# Wolf pics



## Laurelin (Nov 2, 2006)

I thought maybe we could share. I love wolves, actually more than I love dogs. So yeah... I'd love to see any wolf pics you've taken. Here's some various wolf pics I've taken over the years. All are captive but this first one:

Wild wolf in Yellowstone Nat'l Park:


















Nikolai:









Mexican wolf:


----------



## Laurelin (Nov 2, 2006)

More mexican wolves:


----------



## Laurelin (Nov 2, 2006)

Old One Eye the red wolf



















More Mexican wolves:


----------



## Michiyo-Fir (Jul 25, 2009)

There are wolves in your area?!?! 
I'd be a little scared rather than taking pictures I would probably get out of there! We apparently have wolves in our big forest parks but I've yet to see one. I can see a coyote sometimes and bears but no wolves. Unfortunately I never have a camera handy so I don't have any pics.


----------



## Alosmom (Aug 7, 2009)

I am always readly to see wolves pics.



Michiyo-Fir said:


> There are wolves in your area?!?!
> I'd be a little scared rather than taking pictures I would probably get out of there! We apparently have wolves in our big forest parks but I've yet to see one. I can see a coyote sometimes and bears but no wolves. Unfortunately I never have a camera handy so I don't have any pics.

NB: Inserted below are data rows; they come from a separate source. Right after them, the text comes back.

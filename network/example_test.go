package network_test

import (
	"fmt"
	"strings"

	"gonum.org/v1/gonum/mat"

	"kinetarium/network"
)

const enzymeModel = `{
  "format": "kinetarium.model/1",
  "title": "Enzyme",
  "species": [{"name": "E", "initial": 1}, {"name": "S", "initial": 10}, {"name": "ES", "initial": 0}, {"name": "P", "initial": 0}],
  "parameters": [{"name": "kon", "value": 2}, {"name": "koff", "value": 1}],
  "reactions": [
    {"name": "bind", "equation": "E + S <=> ES", "rate": {"law": "mass_action", "k": "kon", "k_reverse": "koff"}},
    {"name": "cut", "equation": "ES -> E + P", "rate": {"law": "expression", "expression": "3*ES"}}
  ]
}`

func ExampleRead() {
	m, err := network.Read(strings.NewReader(enzymeModel), "enzyme.json")
	if err != nil {
		fmt.Println(err)
		return
	}
	fmt.Println(m.Title, len(m.Species), "species,", len(m.Reactions), "reactions")
	fmt.Println("k of bind:", m.Reactions[0].Rate.Arg("k"))
	for _, law := range m.ConservationLaws() {
		fmt.Println(law.Text)
	}
	// Output:
	// Enzyme 4 species, 2 reactions
	// k of bind: kon
	// E + ES = constant
	// S + ES + P = constant
}

func ExampleCompile() {
	m, _ := network.Read(strings.NewReader(enzymeModel), "enzyme.json")
	sys, err := network.Compile(m)
	if err != nil {
		fmt.Println(err)
		return
	}
	y := sys.Initial() // E=1, S=10, ES=0, P=0
	dydt := make([]float64, sys.Dim())
	sys.RHS(0, y, dydt)
	fmt.Println("dy/dt:", dydt)
	jac := mat.NewDense(sys.Dim(), sys.Dim(), nil)
	sys.Jacobian(0, y, jac)
	fmt.Println("d(dE/dt)/dS:", jac.At(0, 1))
	// Output:
	// dy/dt: [-20 -20 20 0]
	// d(dE/dt)/dS: -2
}

func ExampleModel_Validate() {
	m, _ := network.Read(strings.NewReader(enzymeModel), "enzyme.json")
	m.Reactions[0].Equation = "E + S <=> EQ"
	for _, p := range m.Validate() {
		fmt.Println(p)
	}
	// Output:
	// enzyme.json:7:45: reaction "bind", equation, column 11: unknown species "EQ"; did you mean "E"? Otherwise declare it under species or fix the name
}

They are more scare of you then you are of them. They will try to stay away from you as much as possible. You can take their pics but i bet that they would not come to you not unless they have been rasiened by humams.


----------



## Laurelin (Nov 2, 2006)

Michiyo-Fir said:


> There are wolves in your area?!?!
> I'd be a little scared rather than taking pictures I would probably get out of there! We apparently have wolves in our big forest parks but I've yet to see one. I can see a coyote sometimes and bears but no wolves. Unfortunately I never have a camera handy so I don't have any pics.


No, not in my area at all. We just have coyotes here. But we've been going to wolf country the past few years and have been lucky to see a few wild wolves. The rest of the pics are from various wolves in captivity.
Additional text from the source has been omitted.